Furthermore, post-Howard, a large part of Conan's image as a character was shaped by a series of collaborators, artists and editors with either a loose affiliation with Howard or no connection with him at all. A "studio system" aesthetic evolved, where writers like L. Sprague de Camp, Lin Carter, Bjorn Nyberg and Roy Thomas, and artists like Boris Vallejo, Barry Windsor-Smith, and John Buscema, added significant portions to the Conan mythos or rewrote other non-Conan stories by Howard to become Conan stories. Roy Thomas, in a quest to create content for Marvel's comics and magazines, even appropriated and licensed the non-Conan works of other fantasy writers!***

Though there was mercenary element at work here, the creators intended to serve Conan (or at least their vision of Conan). This was no egotistical attempt by upstart crows to beautify themselves with another's feathers, as might characterize August Derleth's appropriation of H.P. Lovecraft's work.
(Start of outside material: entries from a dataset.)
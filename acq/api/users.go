package api

import (
	"context"
	"crypto/sha256"
	"crypto/subtle"
	"encoding/hex"
	"fmt"
	"regexp"
	"strings"

	"hystd/configs"
)

// Role is what a user of the API may do. Each role may do what the ones
// before it may.
type Role int

// The roles, least first.
const (
	// RoleReview reads: runs, loops, reports, exports (and the event
	// stream and metrics when reads need a token). No mutation.
	RoleReview Role = iota + 1
	// RoleOperate also runs the fixtures: start (submit), abort, confirm a
	// mount, import a recording.
	RoleOperate
	// RoleAdmin also acts on the daemon's data path and setup: requeue the
	// outbox, and every config-changing action.
	RoleAdmin
)

var roleNames = map[Role]string{RoleReview: "review", RoleOperate: "operate", RoleAdmin: "admin"}

func (r Role) String() string {
	if n, ok := roleNames[r]; ok {
		return n
	}
	return fmt.Sprintf("role(%d)", int(r))
}

// User is who a request was authenticated as.
type User struct {
	Name string
	Role Role
}

// SharedTokenUser is the name the single token of http.token_file acts
// under (role admin, as that token could always do everything).
const SharedTokenUser = "shared-token"

// UsersKind is the document kind of a users file.
const UsersKind = "users"

// Credential is a user with the SHA-256 of their token. Only the hash is
// kept: a token is a random secret of 256 bits (hystd token makes one), so
// a fast hash loses nothing — guessing a preimage of a 256-bit random
// value is out of reach whatever the hash's speed; slow password hashes
// (bcrypt, Argon2) exist for the low entropy of chosen passwords.
type Credential struct {
	User
	Hash [sha256.Size]byte
}

// usersFile is a `kind: users` file.
type usersFile struct {
	Kind  string `yaml:"kind"`
	Users []struct {
		Name        string `yaml:"name"`
		Role        string `yaml:"role"`
		TokenSHA256 string `yaml:"token_sha256"`
	} `yaml:"users"`
}

var userName = regexp.MustCompile(`^[A-Za-z0-9][A-Za-z0-9._-]{0,63}$`)

// LoadUsers reads a users file (`kind: users`): a list of users, each with
// name, role (review, operate, admin) and token_sha256 (64 hex digits, the
// SHA-256 of the token). Every problem is an error FILE:LINE: key: problem.
func LoadUsers(path string) ([]Credential, error) {
	data, err := configs.ReadFile(path)
	if err != nil {
		return nil, err
	}
	doc, err := configs.Parse(path, data)
	if err != nil {
		return nil, err
	}
	return UsersFrom(doc)
}

// UsersFrom validates a parsed users document (see LoadUsers).
func UsersFrom(doc *configs.Doc) ([]Credential, error) {
	var f usersFile
	if err := doc.Decode(&f); err != nil {
		return nil, err
	}
	var es configs.Errors
	add := func(p, format string, a ...any) { es = append(es, doc.Errorf(p, format, a...)) }
	if f.Kind != UsersKind {
		add("kind", "want %q, got %q", UsersKind, f.Kind)
	}
	if len(f.Users) == 0 {
		add("users", "required: at least one user with name, role and token_sha256")
	}
	var out []Credential
	names, hashes := map[string]int{}, map[[sha256.Size]byte]int{}
	for i, u := range f.Users {
		p := fmt.Sprintf("users.%d", i)
		c := Credential{User: User{Name: u.Name}}
		if !userName.MatchString(u.Name) || u.Name == SharedTokenUser {
			add(p+".name", "%q: want 1–64 letters, digits, '.', '_' or '-' (not %s)", u.Name, SharedTokenUser)
		} else if j, dup := names[u.Name]; dup {
			add(p+".name", "%s is also users.%d", u.Name, j)
		}
		names[u.Name] = i
		for r, n := range roleNames {
			if n == u.Role {
				c.Role = r
			}
		}
		if c.Role == 0 {
			add(p+".role", "%q: want review, operate or admin", u.Role)
		}
		b, err := hex.DecodeString(strings.TrimPrefix(u.TokenSHA256, "sha256:"))
		switch {
		case err != nil || len(b) != sha256.Size:
			add(p+".token_sha256", "want the token's SHA-256 as 64 hex digits (hystd token makes a token and its line), got %d characters", len(u.TokenSHA256))
		default:
			copy(c.Hash[:], b)
			if j, dup := hashes[c.Hash]; dup {
				add(p+".token_sha256", "the same token as users.%d: each user needs their own", j)
			}
			hashes[c.Hash] = i
		}
		out = append(out, c)
	}
	if len(es) > 0 {
		return nil, es
	}
	return out, nil
}

// TokenHash is the SHA-256 of a token as a users file holds it (hex).
func TokenHash(token string) string {
	sum := sha256.Sum256([]byte(token))
	return hex.EncodeToString(sum[:])
}

// lookup finds the credential whose hash is the token's. Every entry is
// compared, in constant time each, so the time taken does not tell which
// entry (or whether any) matched.
func lookup(creds []Credential, token string) (User, bool) {
	sum := sha256.Sum256([]byte(token))
	var found User
	ok := 0
	for _, c := range creds {
		m := subtle.ConstantTimeCompare(sum[:], c.Hash[:])
		if m == 1 {
			found = c.User
		}
		ok |= m
	}
	return found, ok == 1
}

// ActionRecorder is a Runner that records with a stored run what the user
// of ctx (UserFrom) did to it; the API calls it for mutations the Runner
// does not see itself (an outbox requeue).
type ActionRecorder interface {
	RecordAction(ctx context.Context, runID, action string) error
}

type userKey struct{}

// WithUser returns ctx carrying u as the authenticated user.
func WithUser(ctx context.Context, u User) context.Context {
	return context.WithValue(ctx, userKey{}, u)
}

// UserFrom returns the user a request was authenticated as (the handlers'
// contexts carry it to the Runner); false outside an authenticated request.
func UserFrom(ctx context.Context) (User, bool) {
	u, ok := ctx.Value(userKey{}).(User)
	return u, ok
}

// actionPrefix starts the event that records a user's action on a run:
// "user NAME (ROLE): ACTION".
const actionPrefix = "user "

// ActionText is the event text that records u's action on a run.
func ActionText(u User, action string) string {
	return fmt.Sprintf("%s%s (%s): %s", actionPrefix, u.Name, u.Role, action)
}

// ActionAbort is the action of an abort request.
const ActionAbort = "abort requested"

// actionBy returns the user named in an event ActionText made for action.
func actionBy(text, action string) (string, bool) {
	rest, ok := strings.CutPrefix(text, actionPrefix)
	if !ok || !strings.HasSuffix(rest, "): "+action) {
		return "", false
	}
	name, _, ok := strings.Cut(rest, " (")
	return name, ok
}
Golgo 13 was created by Takao Saito in the late 1960s and was first published in 1969. Though Takao Saito was Golgo's creator, the art and writing duties of the series are generally handled by a studio under his supervision. Though Saito's role in the day-to-day operations of the studio are certainly open to speculation, his name is the only one that appears in the credits for the manga.

Furthermore, the live action movies and the anime movies and TV series are under the control of others, though they draw on the comics for inspiration.

What's important to emphasize here is that the late 1960s and early 1970s was the first time either of these characters could command mass appeal. Leaving aside the gore and gruesomeness of their adventures (with extreme violence becoming more mainstream thanks to film and the TV news), both characters possessed a sexual rapaciousness that was only starting to become acceptable toward the end of the 1960s.

However, at the same time, both characters occupy a space of protest against the hippie/protest movements of the time. Their sexual appetites might seem part of the "Summer of Love", but their attitudes towards women are not progressive or feminist. Both characters are satisfied with a market economy and have no qualms with positioning themselves as commodities. Insofar as they display a political consciousness, it could be characterized as conservative, though they are rather apolitical. And though neither is racist or nationalist, their adventures and interactions usually express chauvinism towards cultures than their own.

I will deal more with these characterizations of Conan and Golgo in my next post.

I also wish to say, as a disclaimer, that I am not trying to characterize the political convictions of the writers/artists/editors working on these characters. Roy Thomas, at the very least, strikes me as a relatively progressive writer from his other comic book work. The tenor of these characters' adventures, however, definitely are on the conservative end of the spectrum, and the generic conventions work against progressive or leftist influences.

Anyway, next time: what Golgo says about Japan and what Conan says about America. Yup, I'm aiming big!

*(For a more detailed history of Golgo 13 than I would ever be capable of writing, visit Joe McCulloch's detailed write-up of Golgo here, here and here.)

** However, from my point of view, these characters are not law enforcement and they are not government agents. James Bond might be the one exception. But all of these characters, though they might have a moral system, are not constrained by law or (usually) a chain of command. John McClane, for example, is very different from John Matrix (from Commando). While both kill bad guys,  McClane is functioning as a protector of society. Matrix only cares about his daughter and enforcing his own sense of justice. McClane goes back to being a cop. Matrix rejects the idea of going back to be a soldier.

*** Norvell Page's Flame Winds, which was originally about Prester John in China, became a Conan adventure!